Little things, like the day a friend went looking for some common nuts and bolts to reinstall the repaired pulpit we needed for an uncoming race. Just a 45-minute trip to Home Depot. Except, the three he visited didn't carry stainless bolts in stock. So eventually he returned with galvanized from stop #4...which worked, but then the job had to be redone after the right stainless bolts were ordered end of season. How do you log the time for that quick repair?

Or the small chainplate fix that needed a piece of marine lumber. Which Condon's (thank you!) actually gave us free on a "pity rate", after a two hour ride each way. After excavating enough trim to find the real extent of the damage.

Or the easy engine repairs, oh, did you need a crush washer?

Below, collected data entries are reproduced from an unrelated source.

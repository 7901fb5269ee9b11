using Foldwise.Core.Blending;

namespace Foldwise.Core.Tests.Blending;

public sealed class SimplexLeastSquaresTests
{
    [Fact]
    public void Solves_the_hand_derived_example_exactly()
    {
        // Given P rows [[3,2,0],[1,2,0],[1,2,0],[1,0,5]] and y = [3,1,2,0]
        double[][] columns = [[3, 1, 1, 1], [2, 2, 2, 0], [0, 0, 0, 5]];
        double[] y = [3, 1, 2, 0];

        // When
        var result = SimplexLeastSquares.Solve(columns, y);

        // Then w = (1/2, 1/2, 0) with squared error 1 — hand-derived from the KKT conditions:
        // residual (1/2, -1/2, 1/2, -1/2), multipliers 0, 0 and 7/2 for the third column.
        Assert.Equal(0.5, result.Weights[0], 1e-14);
        Assert.Equal(0.5, result.Weights[1], 1e-14);
        Assert.Equal(0.0, result.Weights[2]);
        Assert.Equal(1.0, result.Objective, 1e-13);
    }

    [Theory]
    [MemberData(nameof(ReferenceNames))]
    public void Is_at_least_as_good_as_scipy_on_the_reference_problems(string name)
    {
        // Given a seeded problem and scipy's answer (SLSQP and an exact NNLS reduction, see reference/make_reference.py)
        var problem = ReferenceProblems.Named(name);

        // When
        var result = SimplexLeastSquares.Solve(problem.Columns, problem.Target);

        // Then we are no worse, and equal where scipy's answer passed its KKT check
        double reference = problem.SimplexObjective;
        Assert.True(result.Objective <= (reference * (1 + 1e-9)) + 1e-12, $"{result.Objective:R} > scipy {reference:R}");
        if (problem.SimplexExact)
        {
            Assert.True(result.Objective >= (reference * (1 - 1e-9)) - 1e-12, $"{result.Objective:R} < exact {reference:R}?");
        }

        AssertOnSimplex(result.Weights);
        Assert.Equal(BlendFakes.SumOfSquares(problem.Columns, result.Weights, problem.Target), result.Objective, 1e-9 * reference);
    }

    public static TheoryData<string> ReferenceNames() => ReferenceProblems.Names();

    [Theory]
    [InlineData(1, 5, 100)]
    [InlineData(2, 30, 400)]
    [InlineData(3, 60, 250)]
    public void Keeps_weights_on_the_simplex(int seed, int k, int n)
    {
        // Given
        var (columns, y) = BlendFakes.Problem(seed, k, n);

        // When
        var result = SimplexLeastSquares.Solve(columns, y);

        // Then
        AssertOnSimplex(result.Weights);
    }

    [Fact]
    public void Cannot_be_improved_by_any_nearby_point_of_the_simplex()
    {
        // Given the optimum of a problem with many columns
        var (columns, y) = BlendFakes.Problem(7, 25, 300);
        var result = SimplexLeastSquares.Solve(columns, y);
        var random = new Random(11);

        // When moved to 500 random nearby points of the simplex
        for (int trial = 0; trial < 500; trial++)
        {
            var moved = result.Weights.Select(w => w + (0.01 * BlendFakes.Normal(random))).ToArray();
            var other = SimplexProjection.Project(moved);

            // Then none is better (to rounding)
            Assert.True(BlendFakes.SumOfSquares(columns, other, y) >= result.Objective * (1 - 1e-12));
        }
    }

    [Fact]
    public void Duplicated_columns_leave_the_optimum_unchanged()
    {
        // Given a problem, and the same with its best columns repeated three times each
        var (columns, y) = BlendFakes.Problem(5, 8, 200);
        var plain = SimplexLeastSquares.Solve(columns, y);
        var duplicated = columns.Concat(columns).Concat(columns).ToArray();

        // When
        var result = SimplexLeastSquares.Solve(duplicated, y);

        // Then the objective is the same and each column's copies share its weight
        Assert.Equal(plain.Objective, result.Objective, 1e-10 * plain.Objective);
        for (int j = 0; j < columns.Length; j++)
        {
            Assert.Equal(plain.Weights[j], result.Weights[j] + result.Weights[j + 8] + result.Weights[j + 16], 1e-7);
        }

        AssertOnSimplex(result.Weights);
    }

    [Fact]
    public void Collinear_columns_inside_the_hull_change_nothing()
    {
        // Given a problem and added columns that are convex combinations of its columns (affinely dependent)
        var (columns, y) = BlendFakes.Problem(9, 6, 150);
        var plain = SimplexLeastSquares.Solve(columns, y);
        var mixed = columns.ToList();
        mixed.Add([.. columns[0].Zip(columns[1], (a, b) => (0.5 * a) + (0.5 * b))]);
        mixed.Add([.. columns[2].Zip(columns[3], (a, b) => (0.25 * a) + (0.75 * b))]);
        mixed.Add([.. Enumerable.Range(0, y.Length).Select(i => columns.Average(c => c[i]))]);

        // When
        var result = SimplexLeastSquares.Solve(mixed, y);

        // Then the optimum over the same hull is the same
        Assert.Equal(plain.Objective, result.Objective, 1e-10 * plain.Objective);
        AssertOnSimplex(result.Weights);
    }

    [Fact]
    public void Puts_all_weight_on_a_column_equal_to_the_target()
    {
        // Given a column that is y itself among noisy ones
        var (columns, y) = BlendFakes.Problem(4, 5, 120);
        var withTruth = columns.Append((double[])y.Clone()).Append((double[])y.Clone()).ToArray();

        // When
        var result = SimplexLeastSquares.Solve(withTruth, y);

        // Then
        Assert.Equal(0, result.Objective, 1e-20);
        Assert.Equal(1.0, result.Weights[5] + result.Weights[6], 1e-12);
    }

    [Fact]
    public void Gives_a_single_column_weight_one()
    {
        var result = SimplexLeastSquares.Solve([[1.0, 2.0, 4.0]], [1.0, 1.0, 1.0]);

        Assert.Equal([1.0], result.Weights);
        Assert.Equal(10.0, result.Objective, 1e-14);
    }

    [Fact]
    public void Rejects_columns_that_do_not_match_the_target()
    {
        Assert.Throws<ArgumentException>(() => SimplexLeastSquares.Solve([], [1.0]));
        Assert.Throws<ArgumentException>(() => SimplexLeastSquares.Solve([[1.0, 2.0]], [1.0]));
        Assert.Throws<ArgumentException>(() => SimplexLeastSquares.Solve([[1.0, double.NaN]], [1.0, 2.0]));
    }

    internal static void AssertOnSimplex(double[] weights)
    {
        Assert.All(weights, w => Assert.True(w >= 0, $"negative weight {w}"));
        Assert.True(Math.Abs(weights.Sum() - 1) <= 1e-12, $"weights sum to {weights.Sum():R}");
    }
}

Worth about a penny a piece, but if you need a dozen somehow, they have to be special ordered from Sweden, where the days and national holidays and summer closings don't quite align with the same sun and moon.

Working on boat repairs is easy: Like dropping a dime behind the ten yard line on a football field, then trying to find it in the dark. It isn't the magnitude of the task that gets you, but always SOME little thing, some two cent part, that you can't get even after you call the launch and get in the car and make the trip to where someone answered the phone and said "oh sure, we've got those".

Which is what the ToDo list is for, after all, when there's no wind and you're stuck with a hour on the boat waiting for latecomers or weather...there's always something to be done. Does the time you spend on those jobs, instead of idly waiting, get subtracted from the time you spend pursuing the two-cent monsters from another part of the world? :-)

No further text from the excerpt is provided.